Говорили, он нетерпим к тем, в ком видел своих соперников, что имярек внес больше труда в такой-то самолет, а машину назвали именем Соколова; что такой-то талантливее его, известен трудами по математике; такой-то видный аародинамик, но все они «работают на Соколова», а те, кто проявляет строптивость, вынуждены уходить из КБ… Да, он не терпел тех, кто пытался потеснить его. Не потому, однако, что был честолюбив, а потому, что верил в себя, душой радел о деле, и передать вожжи тем, кто этого домогался, значило для него отдать собственное детище в чужие руки. Рискнуть на это Соколов не мог… разве что, если бы поверил в кого-то, как в себя. Такие были, но как раз они-то и не домогались его места, их пугала ответственность, они, как черт ладана, боялись руководить не только КБ, но даже отделом и склонялись перед Соколовым за его непугливую натуру хозяина дела. За его спиной они чувствовали себя в надежной безопасности в самые тяжелые годы. Говорили, что эти люди создали Соколову имя, но такое может прийти в голову разве что недоумкам. Давал им работу и принимал ее он, Соколов. Машины, которые прославили КБ, рождались у него в голове. Каждую новую модель он начинал с того, что ночами просиживал с художником над общим видом самолета. И только когда был готов рисунок, даны определяющие размеры, созданы чертежи общего вида, вот тогда он поручал произвести расчеты тем, кто это мог сделать лучше него, потому что они ничем другим не занимались. Им не нужно было выколачивать станки для опытного завода, оборудовать мастерские, цехи, добиваться от поставщиков нужных материалов, строить дома для рабочих, «пробивать» в министерстве достойную зарплату тем, кто «работал на Соколова»… И когда почему-либо машина не получалась, вся вина за неудачу падала на Соколова, никто не говорил, что не справились те, которые «работают на него». Начинались тихие разговоры о том, что Соколов не учел того-то, не понял этого, «не использовал достижений…». Они были правы, эти умники, но им было невдомек, что ошибки Соколова им видны с той башни, которую возводил он.
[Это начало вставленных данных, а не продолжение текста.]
"""Newton minimisation with exact derivatives and a step-length cap: the inner loop of the exact solvers.

Each iteration solves ``H p = -g`` by a Cholesky factorisation (torch.linalg.cholesky_ex, on torch's thread
count, so that a run's thread setting holds here too); where H is not positive definite, ``H + lam s I`` with
the smallest ``lam`` in 1e-10, 1e-9, ... that makes it so (s the largest |H_ii|: a modified Newton method,
Nocedal & Wright, Numerical Optimization, 2nd ed., 2006, section 3.4). The step taken is ``t p`` with
``t = min(1, radius / |p|)``, cut by four until Armijo's sufficient decrease ``f(x + t p) <= f(x) + c t g.p``
holds, c = 1e-4 (ibid., section 3.1). The radius follows the trust-region rule (ibid., Algorithm 4.1): the
ratio rho of the decrease obtained to the decrease the quadratic model promised halves it below 1/4 and
triples it above 3/4 where the cap bound the step. The cap keeps a nearly flat direction (a response of tiny
weight in a saturated logistic term, whose Newton step is enormous) from taking a huge step without damping
every other direction, as a Levenberg–Marquardt shift of the whole diagonal would. Where the decrease a step
promises is below what float64 resolves in f, the full step is taken blind and kept only if it shrinks the
gradient (Newton's local quadratic convergence does the rest).

It stops at ``max |g| <= tol``, after ``max_iterations``, when no step lowers f (the floor of float64), after
``patience`` iterations that did not halve the smallest gradient met, or (when asked) once ``stalled`` of
those iterations had their step cut (a kink, where no gradient vanishes and Newton circles): the caller
reads ``gradient`` to tell which.
"""

from __future__ import annotations

from collections.abc import Callable
from dataclasses import dataclass

import numpy as np
import torch

Derivatives = Callable[[np.ndarray], tuple[float, np.ndarray, np.ndarray]]  # x -> f, g (n,), H (n, n)

ARMIJO = 1e-4  # sufficient-decrease constant c
SMALLEST_STEP = 2.0**-40  # the backtracking gives up below this step fraction t
FIRST_RADIUS = 5.0  # the first cap on a step's Euclidean length
SHRINK, GROW = 0.25, 0.75  # rho below SHRINK halves the radius; above GROW, with the cap binding, it triples
PATIENCE = 25  # iterations without halving the best gradient so far mean Newton circles a kink
POLISH = 3  # full Newton steps past the tolerance, each kept only if it shrinks the gradient
POLISHED = 1e-3  # no polishing below this fraction of the tolerance: the answers already agree far below it
RESOLVED = 1e-13  # a promised decrease below this times (1 + |f|) is not resolved by float64: step blind


@dataclass
class NewtonResult:
    """Where the minimisation stopped: ``x``, ``f(x)``, ``max |g(x)|`` and the iterations taken."""

    x: np.ndarray
    value: float
    gradient: float
    iterations: int


def newton_step(hessian: np.ndarray, gradient: np.ndarray, damping: float = 0.0) -> np.ndarray:
    """``-(H + lam s I)^{-1} g`` with the smallest ``lam >= damping`` in 0, 1e-10, 1e-9, ... (s the
    largest |H_ii|) that makes the matrix positive definite; the steepest-descent step if none does."""
    h, g = torch.as_tensor(hessian, dtype=torch.float64), torch.as_tensor(gradient, dtype=torch.float64)
    diagonal = h.diagonal().clone()  # (n,)
    scale = max(float(diagonal.abs().max()) if len(g) else 0.0, 1e-300)
    damped = h.clone()
    for lam in [damping] + [10.0**e for e in range(-10, 9) if 10.0**e > damping]:
        damped.diagonal().copy_(diagonal + lam * scale)
        factor, info = torch.linalg.cholesky_ex(damped)
        if int(info) != 0:
            continue
        step = -torch.cholesky_solve(g[:, None], factor)[:, 0]  # (n,)
        if bool(torch.isfinite(step).all()):
            return step.numpy()
    return -np.asarray(gradient, dtype=np.float64)


def _descent(hessian: np.ndarray, g: np.ndarray, damping: float) -> tuple[np.ndarray, float]:
    """The damped Newton step and its slope ``g.p`` (steepest descent where the step does not descend)."""
    step = newton_step(hessian, g, damping)
    slope = float(g @ step)
    if slope >= 0.0:
        step, slope = -g, -float(g @ g)
    return step, slope


def _accepted(value, x, f, step, slope) -> bool:
    return value(x + step) <= f + ARMIJO * slope


def _capped_step(value, x, f, step, slope, hessian, radius: float) -> tuple[np.ndarray | None, float, bool]:
    """``t step`` with t capped by the radius and cut by four until Armijo's rule holds: (the step or None, the
    next radius, whether the step was cut)."""
    norm = float(np.linalg.norm(step))
    t = min(1.0, radius / norm) if norm > 0 else 1.0
    cut = t < 1.0
    while True:
        moved = value(x + t * step)
        if moved <= f + ARMIJO * t * slope:
            break
        t, cut = t / 4.0, True
        if t < SMALLEST_STEP:
            return None, radius, True
    promised = -(t * slope + 0.5 * t * t * float(step @ (hessian @ step)))
    rho = (f - moved) / promised if promised > 0 else 0.0
    length = t * norm
    if rho < SHRINK:
        radius = max(0.5 * length, 1e-12)
    elif rho > GROW and length >= 0.99 * radius:
        radius = 3.0 * radius
    else:
        radius = max(radius, length)
    return t * step, radius, cut


def minimise(derivatives: Derivatives, value: Callable[[np.ndarray], float], x0: np.ndarray, *, tol: float,
             max_iterations: int, polish: int = POLISH, patience: int = PATIENCE, stalled: int | None = None
             ) -> NewtonResult:
    """Minimise f from ``x0`` (see the module docstring); ``derivatives(x) -> (f, g, H)``, ``value(x) -> f``.
    Once ``max |g| <= tol``, up to ``polish`` more full Newton steps are kept while each shrinks the
    gradient and it is above ``POLISHED tol``, so that two solvers meeting the same tolerance from different
    sides agree far below it.
    ``stalled``: stop once this many iterations since the smallest gradient last halved had their step cut
    (Newton circling a kink is cut about every other step; a smooth slow stretch seldom)."""
    x = np.array(x0, dtype=np.float64)
    blind = None  # (x, f, max |g|) before a blind step, to return to if it did not help
    polished = refused = 0
    radius = FIRST_RADIUS
    best, best_at = np.inf, 0  # the smallest gradient met and the iteration that halved the previous best
    for iteration in range(max_iterations + polish + 1):
        f, g, h = derivatives(x)
        size = float(np.abs(g).max(initial=0.0))
        if blind is not None and not size < blind[2]:
            return NewtonResult(blind[0], blind[1], blind[2], iteration)
        if size <= tol:
            if polished == polish or size <= POLISHED * tol:
                return NewtonResult(x, f, size, iteration)
            polished += 1
            blind, x = (x, f, size), x + newton_step(h, g)
            continue
        if size < 0.5 * best:
            best, best_at, refused = size, iteration, 0
        if iteration >= max_iterations or iteration - best_at > patience:
            return NewtonResult(x, f, size, iteration)
        step, slope = _descent(h, g, 0.0)
        if -slope < RESOLVED * (1.0 + abs(f)):
            blind, x = (x, f, size), x + step
            continue
        blind = None
        step, radius, was_cut = _capped_step(value, x, f, step, slope, h, radius)
        refused += was_cut
        if step is None or refused == stalled:
            return NewtonResult(x, f, size, iteration)
        x = x + step
    raise AssertionError("unreachable: the loop returns by max_iterations + polish")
…Самсонов вдруг вспомнил, и совсем не к месту, журнальные фотографии артиста, в лицах перечислявшего, каких людей он изображал за свою жизнь, и, вспомнив, что все изображаемые люди имели одну и ту же плоскую физиономию актера, Самсонов почувствовал неприязнь к занятию упитанного человека. Сквозь мрачный восторг от ясно воображаемого образа своей смерти, презрев собственный страх, как он презирал слабость в других людях, Самсонов неожиданно подумал об артисте: «Господи, какой идиот!..»
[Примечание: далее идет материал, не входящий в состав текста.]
"""Preference models: P(y > y' | x) fitted directly, without the Bradley–Terry assumption.

A Bradley–Terry reward model (:mod:`polopt.methods.reward_model`) writes every preference as
``sigmoid(r(x, y) - r(x, y'))``, so it cannot represent a cycle (y1 > y2 > y3 > y1, each with
probability above 1/2): a real-valued r orders the responses. A preference model scores the pair
itself. Ours are antisymmetric by construction, so that ``P(y > y') + P(y' > y) = 1`` and
``P(y > y) = 1/2`` hold for any weights (the general preference model of Munos et al., Nash Learning
from Human Feedback, 2023, section 3):

    f(x, y, y') = g(h(x, y), h(x, y')) - g(h(x, y'), h(x, y)),   P(y > y' | x) = sigmoid(f),

where ``h`` is an encoding of prompt and response and ``g`` a small two-input network
(:class:`AntisymmetricHead`). ``f(x, y, y') = -f(x, y', y)`` holds exactly in floating point (a
difference and its negation round alike), hence ``f(x, y, y) = 0``. A scalar reward is the special
case ``g(a, b) = r(a)``, so the family contains Bradley–Terry.

This module owns what every kind of preference model shares: the file kinds and the loader that
refuses a reward model where a preference is needed (:func:`load_preference_model`); the head; the
tiny-transformer pair model (:class:`PairwisePreferenceModel`) and its maximum-likelihood fit by
Adam on labelled pairs (:func:`fit_pairwise_preference`). The finite-task table fit lives with the
tasks (``toy_tasks/methods/preference_fit.py``); the file helpers are those of reward models
(:func:`polopt.methods.reward_model.save_reward_model`).
"""

from __future__ import annotations

import torch
from torch import nn

from polopt.methods.reward_model import adam_on_pairs, load_reward_model
from polopt.models.logprobs import pack
from polopt.models.transformer import TinyTransformer

Tensor = torch.Tensor

PREFERENCE_KINDS = ("preference_table", "preference_transformer", "preference_local_lm")
FIT_KINDS = ("bradley_terry", "preference")  # reward.kind
REFIT = ("fit one for this task with polopt reward reward.kind=preference (the same task keys) and give its "
         "preference.pt")


def check_fit_kind(kind) -> str:
    """``reward.kind``: what ``polopt reward`` fits."""
    if kind not in FIT_KINDS:
        raise ValueError(f"reward.kind must be one of {', '.join(FIT_KINDS)}, got {kind!r}")
    return kind


def load_preference_model(path, identity: dict, *, key: str = "method.preference") -> dict:
    """Read a preference model file (weights only); refuse a reward model or a file fitted for another task.

    A ValueError of one line names the field, the file and what to do.
    """
    data = load_reward_model(path, {}, key=key, what="preference model")
    if data["kind"] not in PREFERENCE_KINDS:
        raise ValueError(f"{key}: {path} holds a Bradley–Terry reward model (kind {data['kind']!r}), not a preference "
                         f"model; {REFIT} (a reward model goes to method.reward=PATH)")
    return load_reward_model(path, identity, key=key, what="preference model")


class AntisymmetricHead(nn.Module):
    """``f(a, b) = g(a, b) - g(b, a)``, a logit antisymmetric by construction (module docstring), with

        g(a, b) = a^T M b + v . tanh(U [a; b] + c),

    so ``f = a^T (M - M^T) b + ...``: the bilinear part's skew-symmetric matrix holds a cycle from the
    start (a near-linear g alone would begin as a Bradley–Terry difference ``v' . (a - b)``; the skew
    bilinear form is the general preference model's, Zhang et al., General preference modeling with
    preference representations, 2024, from memory), the small network the rest.
    ``forward(a (B, D), b (B, D)) -> (B,)``."""

    def __init__(self, width: int, *, hidden: int | None = None, seed: int = 0):
        super().__init__()
        with torch.random.fork_rng(devices=[]):  # seeded weights without touching the global stream
            torch.manual_seed(seed)
            self.bilinear = nn.Parameter(torch.randn(width, width) / width)  # M, (D, D)
            self.g = nn.Sequential(nn.Linear(2 * width, hidden or width), nn.Tanh(), nn.Linear(hidden or width, 1))

    def forward(self, a: Tensor, b: Tensor) -> Tensor:
        first, second = torch.cat([a, b]), torch.cat([b, a])  # (2B, D) each: both orders in one pass
        g = ((first @ self.bilinear) * second).sum(-1) + self.g(torch.cat([first, second], -1)).squeeze(-1)  # (2B,)
        return g[: len(a)] - g[len(a):]  # (B,) g(a, b) - g(b, a)


class PairwisePreferenceModel(nn.Module):
    """logit P(y > y' | x) on token rows: the tiny causal transformer encodes prompt + response into a
    ``width`` vector read at the last real token (common practice for sequence scorers), and
    :class:`AntisymmetricHead` compares two encodings.

    ``forward(prompt (B, T_p), first (B, T_r), second (B, T_r)) -> (B,)`` on right-padded tokens.
    """

    def __init__(self, vocab_size: int, *, pad_id: int, context: int, width: int = 32, layers: int = 2,
                 heads: int = 2, seed: int = 0):
        super().__init__()
        self.pad_id = pad_id
        self.body = TinyTransformer(vocab_size, output_size=width, context=context, width=width, layers=layers,
                                    heads=heads, seed=seed)
        self.head = AntisymmetricHead(width, seed=seed + 1)

    def encode(self, prompt: Tensor, response: Tensor) -> Tensor:
        """h(x, y): (B, T_p), (B, T_r) -> (B, width)."""
        tokens, _ = pack(prompt, response, pad_id=self.pad_id)  # (B, T)
        last = (tokens != self.pad_id).sum(dim=1) - 1  # (B,) index of the last real token
        safe = torch.where(tokens == self.pad_id, 0, tokens)  # pad ids may lie outside the embedding
        hidden = self.body(safe)  # (B, T, width)
        return hidden[torch.arange(len(tokens)), last]  # (B, width)

    def forward(self, prompt: Tensor, first: Tensor, second: Tensor) -> Tensor:
        n = len(prompt)
        h = self.encode(prompt.repeat(2, 1), torch.cat([first, second]))  # (2B, width) one pass
        return self.head(h[:n], h[n:])  # (B,)


def fit_pairwise_preference(model: PairwisePreferenceModel, prompt: Tensor, winner: Tensor, loser: Tensor, *,
                            steps: int, lr: float = 3e-3, batch_size: int | None = 256, l2: float = 0.0,
                            seed: int = 0) -> list[float]:
    """Maximum likelihood of labelled pairs, ``-mean log sigmoid(f(x, y_w, y_l))``, by Adam (an L2 penalty
    ``l2/2 ||theta||^2`` if given). ``prompt`` (N, T_p), ``winner`` and ``loser`` (N, T_r); the loss per step."""
    return adam_on_pairs(lambda index: model(prompt[index], winner[index], loser[index]), model.parameters(),
                         len(prompt), steps=steps, lr=lr, batch_size=batch_size, l2=l2, seed=seed)


def fit_feature_head(head: AntisymmetricHead, winner: Tensor, loser: Tensor, *, steps: int, lr: float,
                     l2: float = 0.0, batch_size: int | None = 256, seed: int = 0) -> list[float]:
    """The same likelihood on fixed features (a frozen model's hidden states), ``winner``, ``loser`` (N, H)."""
    return adam_on_pairs(lambda index: head(winner[index], loser[index]), head.parameters(), len(winner),
                         steps=steps, lr=lr, batch_size=batch_size, l2=l2, seed=seed)


def logits_of(model: PairwisePreferenceModel, prompt: Tensor, first: Tensor, second: Tensor, *,
              batch: int = 1024) -> Tensor:
    """f(x, y, y') of many rows without gradient, in chunks: (N, T_p), (N, T_r), (N, T_r) -> (N,)."""
    with torch.no_grad():
        return torch.cat([model(prompt[i:i + batch], first[i:i + batch], second[i:i + batch])
                          for i in range(0, len(prompt), batch)])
Сидевший рядом Журавлев давно привык к преддверию собственного конца: сердечные приступы, тяжелые и продолжительные, приучили его к пребыванию на грани жизни и смерти, и потому происходящее теперь он воспринимал как очередное недомогание, разве что теперь смерть представлялась ему несправедливой, потому что заглянула совсем не вовремя. «Ну, хоть моя девочка теперь здорова», – в утешение подумал он.
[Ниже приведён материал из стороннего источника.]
"""One prompt's population loss of a pair objective, with its gradient and Hessian assembled in one pass.

For win weights W (K, K), reference log-probabilities and lengths, the loss of a policy of
log-probabilities ``l = log pi`` (K,) is ``L(l) = sum_e W_e ell(l_i(e), l_j(e), ...)`` over the E weighted
ordered pairs e = (i, j). Each pair reads only its winner's and loser's log-probabilities (the pair
objective's contract), so L's derivatives in l are sums of per-pair derivatives:

    G_k = sum_{e: i=k} W_e d_a ell + sum_{e: j=k} W_e d_b ell
    H   = scatter of W_e [[d_aa, d_ab], [d_ab, d_bb]] ell onto (i, j) (a Laplacian-like pattern),

with d_a, d_b, d_aa, d_ab, d_bb taken for all E pairs at once by torch autograd (a pair's loss does not
read another pair's arguments, so the gradient of the sum is each pair's own derivative). A policy is a
softmax of logits y over the *free* responses, the others held at their reference probability (the
kink search pins them there): ``l_F = log m + log_softmax(y)``, m the free mass. The chain rule through
log-softmax gives, with q = softmax(y), ``J = I - 1 q^T``,

    dL/dy = G_F - q sum(G_F),   d2L/dy2 = J^T H_FF J - sum(G_F) (diag(q) - q q^T),

and ``J^T H J = H - r q^T - q r^T + (1^T r) q q^T`` with ``r = H 1``: O(K^2), no K^3 product.
"""

from __future__ import annotations

from collections.abc import Callable

import numpy as np
import torch

from polopt.losses.pair import PairScores
from polopt.losses.reduce import per_pair_losses
from toy_tasks.exact import scores
from toy_tasks.exact.newton import NewtonResult, minimise

Tensor = torch.Tensor
F64 = torch.float64


def objective_name(objective) -> str:
    return getattr(objective, "name", None) or getattr(objective, "__name__", type(objective).__name__)


class PairTerms:
    """L of one prompt and its derivatives in the log-probabilities by torch autograd over its E weighted pairs
    (any pair objective): ``d_a, d_b, d_aa, d_ab, d_bb`` of every pair from three backward passes, scattered
    onto (K, K) (the module docstring)."""

    def __init__(self, prompt: PromptLoss):
        self.prompt = prompt

    def value(self, log_pi: Tensor) -> float:
        with torch.no_grad():
            return float(self.prompt.loss_at(log_pi))

    def derivatives(self, log_pi: Tensor) -> tuple[float, Tensor, Tensor]:
        p = self.prompt
        a = log_pi[p.i].detach().clone().requires_grad_(True)  # (E,)
        b = log_pi[p.j].detach().clone().requires_grad_(True)  # (E,)
        values = p.pair_losses(a, b)  # (E,)
        ga, gb = _grads(values.sum(), (a, b), create_graph=True)
        haa, hab = _grads(ga.sum(), (a, b), retain_graph=True) if ga.requires_grad else (_zero(a), _zero(a))
        (hbb,) = _grads(gb.sum(), (b,)) if gb.requires_grad else (_zero(b),)
        w, i, j, k = p.weight, p.i, p.j, p.k
        grad = torch.zeros(k, dtype=F64).index_add_(0, i, w * ga.detach()).index_add_(0, j, w * gb.detach())
        cross = w * hab.detach()
        hess = (torch.zeros(k * k, dtype=F64).index_add_(0, i * (k + 1), w * haa.detach())
                .index_add_(0, j * (k + 1), w * hbb.detach()).index_add_(0, i * k + j, cross)
                .index_add_(0, j * k + i, cross).view(k, k))  # (K, K)
        return float((w * values.detach()).sum()), grad, hess

    def gradient(self, log_pi: Tensor, shift: float = 0.0) -> Tensor:
        """G (K,), each pair's derivative in its winner (loser) argument taken with that argument shifted by
        ``shift`` (the one-sided partials of :mod:`toy_tasks.exact.kinks`)."""
        p = self.prompt
        a, b = log_pi[p.i], log_pi[p.j]  # (E,) each
        if shift:
            (ga, _), (_, gb) = p.pair_gradients(a + shift, b), p.pair_gradients(a, b + shift)
        else:
            ga, gb = p.pair_gradients(a, b)
        return torch.zeros(p.k, dtype=F64).index_add_(0, p.i, p.weight * ga).index_add_(0, p.j, p.weight * gb)


class PromptLoss:
    """L of one prompt as a function of its log-probabilities, with its derivatives: through the objective's
    :class:`toy_tasks.exact.scores.ScoreForm` as (K, K) arrays where it has one (every built-in), else by
    autograd over its pairs (:class:`PairTerms`)."""

    def __init__(self, objective: Callable, w: np.ndarray, log_ref: np.ndarray, lengths: np.ndarray, beta: float):
        self.objective, self.beta = objective, beta
        # torch.tensor copies: the task's arrays may be read-only views (np.broadcast_to)
        self.w, self.log_ref, self.lengths = (torch.tensor(np.asarray(a), dtype=F64) for a in (w, log_ref, lengths))
        self.k = len(self.log_ref)
        self.i, self.j = torch.nonzero(self.w > 0, as_tuple=True)  # the weighted ordered pairs, (E,) each
        self.weight = self.w[self.i, self.j]  # (E,)
        self.ref_i, self.ref_j = self.log_ref[self.i], self.log_ref[self.j]  # (E,) each
        self.len_i, self.len_j = self.lengths[self.i], self.lengths[self.j]  # (E,) each
        form = scores.form_of(objective, beta)
        probe = slice(None, None, max(1, len(self.i) // scores.PROBE_PAIRS))  # up to ~2 PROBE_PAIRS pairs, spread out
        pair = PairScores(*(t[probe] for t in (self.ref_i, self.ref_j, self.ref_i, self.ref_j, self.len_i, self.len_j)))
        dense = len(self.i) > 0 and scores.verified(objective, form, pair, beta)
        self.terms = scores.DenseTerms(form, self.w, self.log_ref, self.lengths) if dense else PairTerms(self)
        self.smooth = dense and form.smooth  # known to have no kink (else a stalled Newton may search one)

    def pair_losses(self, a: Tensor, b: Tensor) -> Tensor:
        """ell of every weighted pair at winner log-probabilities a and loser log-probabilities b, (E,)."""
        pair = PairScores(a, b, self.ref_i, self.ref_j, self.len_i, self.len_j)
        return per_pair_losses(self.objective, pair, beta=self.beta)  # validated: (E,)

    def loss_at(self, log_pi: Tensor) -> Tensor:
        """L at log-probabilities ``log_pi`` (K,), a scalar tensor (differentiable)."""
        return (self.weight * self.pair_losses(log_pi[self.i], log_pi[self.j])).sum()

    def value_at(self, log_pi) -> float:
        return self.terms.value(torch.as_tensor(log_pi, dtype=F64))

    def pair_gradients(self, a: Tensor, b: Tensor) -> tuple[Tensor, Tensor]:
        """``(d_a ell, d_b ell)`` of every pair at (a, b), each (E,)."""
        a, b = a.detach().clone().requires_grad_(True), b.detach().clone().requires_grad_(True)
        ga, gb = torch.autograd.grad(self.pair_losses(a, b).sum(), (a, b), allow_unused=True)
        return (torch.zeros_like(a) if ga is None else ga), (torch.zeros_like(b) if gb is None else gb)

    def logpi_gradient(self, log_pi, shift: float = 0.0) -> Tensor:
        """G (K,) in the log-probabilities, with each pair's differentiated argument shifted by ``shift``."""
        return self.terms.gradient(torch.as_tensor(log_pi, dtype=F64), shift)

    def logpi_derivatives(self, log_pi: Tensor) -> tuple[float, Tensor, Tensor]:
        """L, its gradient G (K,) and Hessian H (K, K) in the log-probabilities ``log_pi`` (K,)."""
        return self.terms.derivatives(log_pi.detach())

    def chart(self, pinned: np.ndarray | None = None) -> Chart:
        """L in the softmax logits of the responses not ``pinned`` (all of them when None)."""
        return Chart(self, np.zeros(self.k, dtype=bool) if pinned is None else np.asarray(pinned, dtype=bool))


class Chart:
    """L as a function of logits y over the free responses, the pinned ones held at the reference.
    ``gauged_*`` add ``0.5 (sum y)^2``, which fixes y's free shift without moving pi (Newton's target)."""

    def __init__(self, prompt: PromptLoss, pinned: np.ndarray):
        self.prompt, self.pinned = prompt, torch.as_tensor(pinned)
        self.free = ~self.pinned
        self.all_free = bool(self.free.all())
        self.rest = float(torch.log1p(-prompt.log_ref[self.pinned].exp().sum()))  # log of the free mass

    def log_policy(self, y) -> Tensor:
        y = torch.as_tensor(y, dtype=F64)
        log_pi = self.prompt.log_ref.clone()
        log_pi[self.free] = self.rest + torch.log_softmax(y, dim=0)
        return log_pi  # (K,)

    def loss(self, y: Tensor) -> Tensor:
        """L at y as a differentiable tensor (for autograd's own derivatives in tests)."""
        return self.prompt.loss_at(self.log_policy(y))

    def value(self, y) -> float:
        return self.prompt.value_at(self.log_policy(y))

    def derivatives(self, y, gauge: bool = False) -> tuple[float, np.ndarray, np.ndarray]:
        """L, dL/dy and d2L/dy2 (see the module docstring); with ``gauge``, plus the gauge's (all-ones) Hessian."""
        log_pi = self.log_policy(y)
        value, grad, hess = self.prompt.logpi_derivatives(log_pi)
        q = torch.softmax(torch.as_tensor(y, dtype=F64), dim=0)  # the free responses' shares
        if not self.all_free:
            grad, hess = grad[self.free], hess[self.free][:, self.free]
        hess_y = softmax_chain_rule(q, grad, hess, gauge=gauge)  # (F, F), hess overwritten
        return value, (grad - q * grad.sum()).numpy(), hess_y.numpy()

    def grad(self, y) -> np.ndarray:
        g_free = self.prompt.logpi_gradient(self.log_policy(y))[self.free]
        q = torch.softmax(torch.as_tensor(y, dtype=F64), dim=0)
        return (g_free - q * g_free.sum()).numpy()

    def hessian(self, y) -> np.ndarray:
        return self.derivatives(y)[2]

    def gauged_value(self, y) -> float:
        return self.value(y) + 0.5 * float(np.sum(y)) ** 2

    def gauged_derivatives(self, y) -> tuple[float, np.ndarray, np.ndarray]:
        value, grad, hess = self.derivatives(y, gauge=True)
        shift = float(np.sum(y))
        return value + 0.5 * shift**2, grad + shift, hess


def softmax_chain_rule(q: Tensor, grad_logpi: Tensor, h: Tensor, gauge: bool = False) -> Tensor:
    """The Hessian in logits y of a function of ``log_softmax(y)`` (+ a constant), from its gradient G
    (n,) and Hessian H (n, n) in the log-probabilities: ``J^T H J - (sum G) (diag(q) - q q^T)`` with
    ``J = I - 1 q^T``, written as ``H - r q^T - q r^T + (1^T r) q q^T``, ``r = H 1`` (O(n^2)): with
    ``c = 1^T r + sum G`` and ``u = r - (c / 2) q`` it is ``H - u q^T - q u^T - (sum G) diag(q)``, two
    rank-one updates of H in place (``h`` is overwritten). ``gauge``: plus the all-ones matrix."""
    r = h.sum(dim=1)  # (n,)
    total = grad_logpi.sum()
    u = r - 0.5 * (r.sum() + total) * q  # (n,)
    h = torch.addr(h, u, q, alpha=-1.0)  # (n, n)
    h.addr_(q, u, alpha=-1.0)
    h.diagonal().sub_(total * q)
    if gauge:
        h.add_(1.0)
    return h


def _grads(output: Tensor, inputs: tuple[Tensor, ...], **kwargs) -> list[Tensor]:
    """torch.autograd.grad with zeros where the output does not depend on an input."""
    found = torch.autograd.grad(output, inputs, allow_unused=True, **kwargs)
    return [_zero(x) if g is None else g for g, x in zip(found, inputs, strict=True)]


def _zero(x: Tensor) -> Tensor:
    return torch.zeros_like(x, requires_grad=False)


def minimise_chart(chart: Chart, y0: np.ndarray, *, tol: float, max_iterations: int, **options) -> NewtonResult:
    """Newton on the gauged L of ``chart`` from ``y0`` (:func:`toy_tasks.exact.newton.minimise`, which
    takes ``options``)."""
    y0 = np.asarray(y0, dtype=np.float64)
    return minimise(chart.gauged_derivatives, chart.gauged_value, y0 - y0.mean(), tol=tol,
                    max_iterations=max_iterations, **options)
…Игравшие в домино мотористы расселись в кресла и пристегнулись, вроде бы нехотя подчиняясь обстоятельствам. Это были молодые ребята, они часто летали и не так легко могли поверить, что этот полет будет чем-либо отличаться от других. Они переговаривались спокойно и даже чуть ернически.

– Ну и пылища!

– Ни черта ни видать.

– Трудно заходить.

– Ну, Долотов!..

…Медсестра, сидевшая неподалеку от мотористов и близоруко читавшая книгу, теперь замерла и съежилась, конфузясь своего страха, от которого стало как-то пусто в животе. «Это от кефира, – пыталась она убедить себя, вспомнив свой завтрак в буфете летно-испытательной базы – Может быть, съесть кусочек лимона?» Она огляделась, увидела беседующих как ни в чем не бывало мотористов и, встретившись своим унизительно вопрошающим взглядом с одним из них, прочитала в его глазах сердитое осуждение своего немого вопроса. Не вдруг же все пройдет, говорили ей глаза моториста: и пыль, и ветер, и тряска – повремените. И пожилая женщина почувствовала, что ей стало проще со своим страхом. Она вспомнила летчика, который прошел перед отлетом мимо нее, легко вообразила теперь его стремительную фигуру и прониклась уверенностью, что все совсем не так, как ей вдруг показалось, что все это «у них» в порядке вещей. Она заставила себя отыскать недочитанную страницу, изо всех сил стараясь не думать ни о страхе, ни о слабости, но, читая, ничего не могла понять.